# Two Miami condos sue over sprinkler pipes



## mark handler (Dec 6, 2015)

Two Miami condominium associations filed a class-action lawsuit against manufacturers and distributors of pipes for*fire sprinkler systems that*allegedly are defective. The lawsuit filed by associations for the Wind condominium and Latitude on the River was assigned to U.S. District Judge Jose E. Martinez in Miami. Plaintiffs attorney Ervin A. Gonzalez, a partner of Colson Hicks Eidson, told the Daily Business Review, “This is probably one of the biggest construction defect cases in history. It will be larger than the Chinese drywall problem.” The suit charges that CPVC pipes for fire sprinkler systems leak due to reactions between resin in the pipes and antimicrobial and anticorrosion chemicals used in construction and in metal pipes. Repairs stemming from CPVC pipe failures in sprinkler systems will cost as much as $70 million at both Wind and Latitude on the River. Wind, located at 305 South Miami Avenue, has 41 stories and 489 units and was built in 2008. Latitude on the River, completed in 2011, is a 44-story, 454-unit condo at 185 Southwest 7 Street along the Miami River. Gonzalez said the chief chemist of Lubrizol Advanced Materials of Ohio, one of the defendants in the case, realized in 2007 that CPVC resin failed in contact with chemicals commonly used in construction, but the company did not disclose the problem. [Daily Business Review] *—*Mike Seemuth - See more at: http://therealdeal.com/miami/blog/2015/12/05/two-miami-condos-sue-over-sprinkler-pipes/#sthash.m1hdApo7.dpuf


----------



## cda (Dec 6, 2015)

Wish it had more details

Is it the exterior portion of the  pipe, touching common construction materials???

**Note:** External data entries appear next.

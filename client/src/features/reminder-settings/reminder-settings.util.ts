import type { MessageChannel, MessageTemplate, ReminderRule, ReminderSettings } from '@ostium/shared';

/** Puts `token` where the cursor is (replacing a selection) and says where the cursor goes after it. */
export function insertAt(text: string, start: number, end: number, token: string): { text: string; cursor: number } {
  const a = Math.max(0, Math.min(start, text.length));
  const b = Math.max(a, Math.min(end, text.length));
  return { text: text.slice(0, a) + token + text.slice(b), cursor: a + token.length };
}

/**
 * The server names a field by its path in the request ("settings.rules.0.hoursBefore", sometimes
 * "settings.rules[0].hoursBefore"); the form knows it as "rules.0.hoursBefore".
 */
export function formPath(field: string): string {
  return field
    .replace(/\[(\d+)\]/g, '.$1')
    .replace(/^settings\./, '')
    .replace(/^\./, '');
}

/** Field errors by form path; a message that starts with its own path ("rules.1.hoursBefore must…") loses it, the field says where. */
export function serverErrors(errors: { field: string; message: string }[]): Record<string, string> {
  const out: Record<string, string> = {};
  for (const e of errors) {
    const p = formPath(e.field);
    const own = [e.field, p].find((f) => e.message.startsWith(`${f} `) || e.message.startsWith(`${f}: `));
    const m = own ? e.message.slice(own.length).replace(/^:?\s*/, '') : e.message;
    out[p] = out[p] ? `${out[p]}; ${m}` : m;
  }
  return out;
}

const RULE_FIELDS = ['enabled', 'label', 'channel', 'trigger', 'hoursBefore', 'onlyIfUnconfirmed', 'attachCalendar', 'templateId'];
const TEMPLATE_FIELDS = ['label', 'subject', 'body'];
const TOP_FIELDS = ['quietHours.start', 'quietHours.end', 'quietHours', 'caps.perDay', 'caps.perWeek', 'caps', 'confirmLinkValidHours', 'waitlistOfferMinutes', 'waitlistOfferCount'];

/** True when the form shows an input (or a section line) for this path; the rest go in the banner. */
export function isShownPath(path: string, s: ReminderSettings): boolean {
  if (TOP_FIELDS.includes(path)) return true;
  const rule = /^rules\.(\d+)\.(\w+)$/.exec(path);
  if (rule) return Number(rule[1]) < s.rules.length && RULE_FIELDS.includes(rule[2]!);
  const tpl = /^templates\.(\d+)\.(\w+)$/.exec(path);
  if (tpl) return Number(tpl[1]) < s.templates.length && TEMPLATE_FIELDS.includes(tpl[2]!);
  return false;
}

const TIME = /^([01]\d|2[0-3]):[0-5]\d$/;
const whole = (n: unknown, min: number, max: number) => typeof n === 'number' && Number.isInteger(n) && n >= min && n <= max;

/**
 * Checks made before the round trip so the obvious slips show at once; the server checks all of this
 * again, and more (placeholders, opt-out wording, length by encoding).
 */
export function validateSettings(s: ReminderSettings): Record<string, string> {
  const e: Record<string, string> = {};
  s.rules.forEach((r, i) => {
    if (!r.label.trim()) e[`rules.${i}.label`] = 'Give the rule a name';
    if (r.trigger === 'before_visit' && !whole(r.hoursBefore, 1, 336)) e[`rules.${i}.hoursBefore`] = 'Whole hours, 1 to 336';
    const t = s.templates.find((x) => x.id === r.templateId);
    if (!t) e[`rules.${i}.templateId`] = 'Choose a template';
    else if (t.channel !== r.channel) e[`rules.${i}.templateId`] = `This is ${t.channel === 'sms' ? 'a text' : 'an e-mail'} template`;
  });
  s.templates.forEach((t, i) => {
    if (!t.label.trim()) e[`templates.${i}.label`] = 'Give the template a name';
    if (!t.body.trim()) e[`templates.${i}.body`] = 'Write the message';
    if (t.channel === 'email' && !t.subject?.trim()) e[`templates.${i}.subject`] = 'An e-mail needs a subject';
  });
  if (!TIME.test(s.quietHours.start)) e['quietHours.start'] = 'A time, HH:MM';
  if (!TIME.test(s.quietHours.end)) e['quietHours.end'] = 'A time, HH:MM';
  else if (TIME.test(s.quietHours.start) && s.quietHours.start >= s.quietHours.end) e['quietHours.end'] = 'Must be later than the start';
  // Upper bounds are the server's to set (it knows the exemption's limits); here only plain slips.
  if (!whole(s.caps.perDay, 1, Infinity)) e['caps.perDay'] = 'A whole number, at least 1';
  if (!whole(s.caps.perWeek, 1, Infinity)) e['caps.perWeek'] = 'A whole number, at least 1';
  else if (whole(s.caps.perDay, 1, Infinity) && s.caps.perWeek < s.caps.perDay) e['caps.perWeek'] = 'At least the daily cap';
  if (!whole(s.confirmLinkValidHours, 0, Infinity)) e.confirmLinkValidHours = 'Whole hours, 0 or more';
  if (!whole(s.waitlistOfferMinutes, 1, Infinity)) e.waitlistOfferMinutes = 'Whole minutes, at least 1';
  if (!whole(s.waitlistOfferCount, 1, Infinity)) e.waitlistOfferCount = 'A whole number, at least 1';
  return e;
}

/** A stable id that is not taken yet: lower-case letters, digits and dashes, as the outbox key needs. */
export function freshId(prefix: string, taken: string[]): string {
  let n = 1;
  while (taken.includes(`${prefix}-${n}`)) n += 1;
  return `${prefix}-${n}`;
}

export function newRule(s: ReminderSettings): ReminderRule {
  const template = s.templates.find((t) => t.channel === 'sms') ?? s.templates[0];
  return {
    id: freshId('rule', s.rules.map((r) => r.id)),
    label: 'New reminder',
    enabled: false,
    channel: template?.channel ?? 'sms',
    trigger: 'before_visit',
    hoursBefore: 24,
    onlyIfUnconfirmed: true,
    attachCalendar: false,
    templateId: template?.id ?? '',
  };
}

export function newTemplate(s: ReminderSettings, channel: MessageChannel): MessageTemplate {
  return {
    id: freshId(channel === 'sms' ? 'text' : 'email', s.templates.map((t) => t.id)),
    label: channel === 'sms' ? 'New text' : 'New e-mail',
    channel,
    subject: channel === 'email' ? 'Your visit at {practice}' : null,
    body: channel === 'sms' ? '{practice}: visit {date} {time} at {location}. {confirmHint} {optOut}' : 'Your visit at {practice} is on {date} at {time}, {location}.\n\n{confirmLink}',
  };
}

Or is it the metal fitting for the sprinkler head failing??

I cannot remember when the warnings on certain construction materials, in contact with the exterior pipe came out.


----------



## conarb (Dec 6, 2015)

This picture in the article is unclear so I blew it up in Photoshop, as much as I hate plastic pipe this picture doesn't look like plastic pipe to me.




Remember when we had those fights back on our old ICC Bulletin Board the arguments were always based upon the cheap cost of plastic systems, eventually I built a home that I thought might require sprinklers and got bids on a copper system, it cost $200,000 or $50 a square foot, fortunately for me and the owner I was able to beat the requirement.  Wonder if those attorneys know about all the fraud involved in making sprinklers mandatory?

View attachment 1258


View attachment 1258


/monthly_2015_12/cpvc.jpg.31b823c36e608566d1a9489b0640e7dc.jpg


----------



## cda (Dec 6, 2015)

Metal metal metal


----------



## conarb (Dec 6, 2015)

cda said:
			
		

> Metal metal metal


I agree, apparently the newspaper used a stock picture of a leaking pipe flange.


----------



## ICE (Dec 6, 2015)

I don't know who these people are or whether they can be trusted. http://www.ppfahome.org/cpvc/

By looking at the list of things not to do, I get the feeling that there are things about CPVC that are as yet, unknown.



> DON'T DO's FOR ALL CONSTRUCTION    Do not use petroleum or solvent based sealants, lubricants, or fire stop materials.
> 
> Do not use edible oils, such as Crisco, for a lubricant.
> 
> ...


----------



## MASSDRIVER (Dec 6, 2015)

http://www.nfpa.org/~/media/files/research/research-foundation/symposia/2014-supdet/2014-papers/supdet2014pfaendtner.pdf?la=en

The materials in the plastic corrode the metal.

Brent.


----------



## cda (Dec 6, 2015)

Have not seen that report;;;

Take away

All materials have their own vulnerabilities, and therefore their own application issues.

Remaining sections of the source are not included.